Leider verschieben sich diese "inneren" Tabellen total merkwürdig übereinander, was ich mir absolut nicht erklären kann.
Damit Ihr euch besser vorstellen könnt, was ich meine habe ich hier mal einen Screenshot:





Der Quelltext der Seite ist hier zu finden.

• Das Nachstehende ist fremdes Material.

# --------------------------------------------------------------------------- jobs
def _job_routes(run: _Run, sec: Section) -> None:
    settings = run.sc.routes
    route = _need("routes", "route")
    heading_error = _need("detector", "heading_error")
    budget = run.budget
    blackout_nT, caution_nT = run.thresholds
    all_legs, all_samples, features = [], [], []
    sec.blocks.append(
        f"<p>Legs along the WGS84 {_esc(settings['path'])} path, sampled every {settings['spacing_nm']:g} NM; grid "
        f"<code>{_esc(settings['grid'])}</code>; field {_esc(run.sc.model_name)} on {_esc(run.date)}. Courses are at the "
        f"start of each leg (true, magnetic = true − variation, grid = true − convergence). The error budget is for a "
        f"slaved flux-gate detector with a {budget['residual_field_nT']:g} nT residual aircraft field: steady level flight, "
        f"and a {_manoeuvre(budget)} lasting {budget['turn_duration_s']:g} s with slaving on "
        f"(root-sum-square of the terms), against a limit of {budget['limit_deg']:g}°.</p>"
    )
    for plan in settings["plan"]:
        name = plan["name"]
        try:
            result = route(
                str(plan["file"]), run.date, alt_km=settings["alt"], grid=settings["grid"], spacing_nm=settings["spacing_nm"],
                path=settings["path"], **run.common,
            )
        except HeadingrefError as exc:
            raise type(exc)(f"route {name!r} ({plan['file'].name}): {exc}") from None
        run.route_results.append((name, result))
        legs, samples = result.legs.copy(), result.samples.copy()
        lat, lon, alt = (samples[c].to_numpy() for c in ("lat_deg", "lon_deg", "alt_km"))
        steady = heading_error(lat, lon, run.date, alt_km=alt, **run.sc.heading_error_options(manoeuvre=False), **run.common)
        turning = heading_error(lat, lon, run.date, alt_km=alt, **run.sc.heading_error_options(), **run.common)
        samples["budget_steady_deg"] = steady["budget_rss_deg"].to_numpy()
        samples["budget_turn_deg"] = turning["budget_rss_deg"].to_numpy()
        samples["tilt_error_turn_deg"] = turning["tilt_error_deg"].to_numpy()
        samples.insert(0, "route", name)
        legs.insert(0, "route", name)
        steady_max, lost_text = [], []
        for i, leg in legs.iterrows():
            leg_samples = samples[samples["leg"] == i + 1]
            dist = leg_samples["distance_along_leg_nm"].to_numpy()
            steady_max.append(float(leg_samples["budget_steady_deg"].max()))
            parts = []
            for label, threshold in (("blackout", blackout_nT), ("caution", caution_nT)):
                for a, b in _stretches(dist, leg_samples["horizontal_nT"].to_numpy(), threshold):
                    p0, p1 = _position_at(leg_samples, a), _position_at(leg_samples, b)
                    parts.append((label, a, b, p0, p1))
                    if label == "blackout":
                        geometry_rows = leg_samples[(leg_samples.distance_along_leg_nm >= a) & (leg_samples.distance_along_leg_nm <= b)]
                        line_lon = np.concatenate([[p0[1]], geometry_rows.lon_deg.to_numpy(), [p1[1]]])
                        line_lat = np.concatenate([[p0[0]], geometry_rows.lat_deg.to_numpy(), [p1[0]]])
                        features.append({
                            "type": "Feature",
                            "geometry": _line_geometry(line_lon, line_lat),
                            "properties": {"kind": "no usable magnetic reference", "route": name, "from": leg["from"],
                                           "to": leg["to"], "from_nm": round(a, 1), "to_nm": round(b, 1),
                                           "threshold_nT": blackout_nT},
                        })
            over = _stretches(dist, -leg_samples["budget_steady_deg"].to_numpy(), -budget["limit_deg"])
            blackout_parts = [p for p in parts if p[0] == "blackout"]
            caution_parts = [p for p in parts if p[0] == "caution"]
            text = "; ".join(f"{a:.0f}–{b:.0f} NM ({_latlon_text(*p0)} to {_latlon_text(*p1)})" for _, a, b, p0, p1 in blackout_parts)
            lost_text.append(text)
            where = f"{name}, leg {leg['from']}–{leg['to']}"
            if blackout_parts:
                run.summary["routes"].append(
                    f"<b>{_esc(where)}</b>: no usable magnetic reference (H below {blackout_nT:g} nT) over "
                    f"{_esc(text)}; least H {leg['min_horizontal_nT']:.0f} nT. Use true or grid heading there."
                )
            elif caution_parts:
                span = "; ".join(f"{a:.0f}–{b:.0f} NM" for _, a, b, _, _ in caution_parts)
                run.summary["routes"].append(
                    f"{_esc(where)}: degraded magnetic reference (H below {caution_nT:g} nT) over {_esc(span)}; "
                    f"least H {leg['min_horizontal_nT']:.0f} nT."
                )
            if over and not blackout_parts:
                span = "; ".join(f"{a:.0f}–{b:.0f} NM" for a, b in over)
                run.summary["routes"].append(
                    f"{_esc(where)}: heading error budget in steady flight above {budget['limit_deg']:g}° over {_esc(span)}."
                )
            features.append({
                "type": "Feature",
                "geometry": _line_geometry(leg_samples.lon_deg.to_numpy(), leg_samples.lat_deg.to_numpy()),
                "properties": {"kind": "leg", "route": name, **{k: _json_value(leg[k]) for k in (
                    "from", "to", "distance_nm", "true_course_deg", "magnetic_course_deg", "grid_course_deg",
                    "variation_deg", "min_horizontal_nT", "max_declination_uncertainty_deg", "zone") if k in leg}},
            })
        legs["max_budget_steady_deg"] = steady_max
        legs["no_magnetic_reference"] = lost_text
        all_legs.append(legs)
        all_samples.append(samples)
        sec.blocks.append(f"<h3>{_esc(name)}</h3>")
        total = legs["distance_nm"].sum()
        sec.blocks.append(f"<p>{len(legs)} legs, {total:,.0f} NM.</p>")
        sec.blocks.append(_table_html(legs, {
            "from": "from", "to": "to", "distance_nm": "NM", "true_course_deg": "true °", "variation_deg": "variation °",
            "magnetic_course_deg": "magnetic °", "grid_course_deg": "grid °", "grivation_deg": "grivation °",
            "variation_deg_end": "variation at end °", "min_horizontal_nT": "least H nT",
            "max_declination_uncertainty_deg": "max D uncertainty °", "max_budget_steady_deg": "max budget (steady) °",
            "zone": "worst zone", "no_magnetic_reference": "no usable magnetic reference",
        }, highlight=lambda r: "bad" if r["zone"] == "blackout" else ("warn" if r["zone"] == "caution" else "")))
        figures = []
        with contextlib.suppress(_Missing):
            plot_map, plot_profile = _need("plots.route", "plot_route_map", "plot_route_profile")
            figures.append(_figure_html(plot_map(result, model=run.model), f"map of {name}", "Route with isogonic lines and weak-field zones."))
            figures.append(_figure_html(plot_profile(result), f"profile of {name}", "Variation, H and declination uncertainty along the route."))
        figures.append(_figure_html(_budget_profile_figure(samples, budget), f"error budget along {name}",
                                    "Heading-reference error budget along the route."))
        sec.blocks.append('<div class="figs">' + "".join(figures) + "</div>")
    legs_all = pd.concat(all_legs, ignore_index=True)
    samples_all = pd.concat(all_samples, ignore_index=True)
    run.tables["route_legs"] = legs_all
    run.tables["route_samples"] = samples_all
    names = [run.write_csv("route_legs.csv", legs_all), run.write_csv("route_samples.csv", samples_all)]
    names.append(run.write_json("routes.geojson", {"type": "FeatureCollection", "features": features}))
    sec.blocks.append(run.files_html(names))
    if len(run.summary["routes"]) > _SUMMARY_LIMIT:
        extra = len(run.summary["routes"]) - _SUMMARY_LIMIT
        run.summary["routes"][_SUMMARY_LIMIT:] = [f"… and {extra} more legs (see route_legs.csv)."]
    if not run.summary["routes"]:
        run.summary["routes"].append("Every leg keeps a usable magnetic reference (H above the caution threshold throughout).")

Ich hoffe, Ihr könnt mir helfen, da ich wirklich am Ende meiner Weisheit angelangt bin.

Vielen Dank!


----------



## Moritz123 (21. Januar 2004)

Hallo!

ich habe mittlerweile herausgefunden, dass das Problem im Internet Explorer zu liegen scheint. Auf dem Mozilla Firebird wird die Seite ganz normal dargestellt.
Ich hoffe trotzdem weiterhin auf Eure Unterstützung.

Vielen Dank!


----------



## Dick Starbuck (23. Januar 2004)

Hallo,

ohne mir jetzt den gesamten (teilweise grausamen ) Code anzusehen, ist mir zu deinem Problem direkt die seltsame Trennung der verschiedenen Tabellen aufgefallen. Fasse die einfach zusammen in eine Äußere und erstelle nicht mehrere die du auf die bisherige Art trennst.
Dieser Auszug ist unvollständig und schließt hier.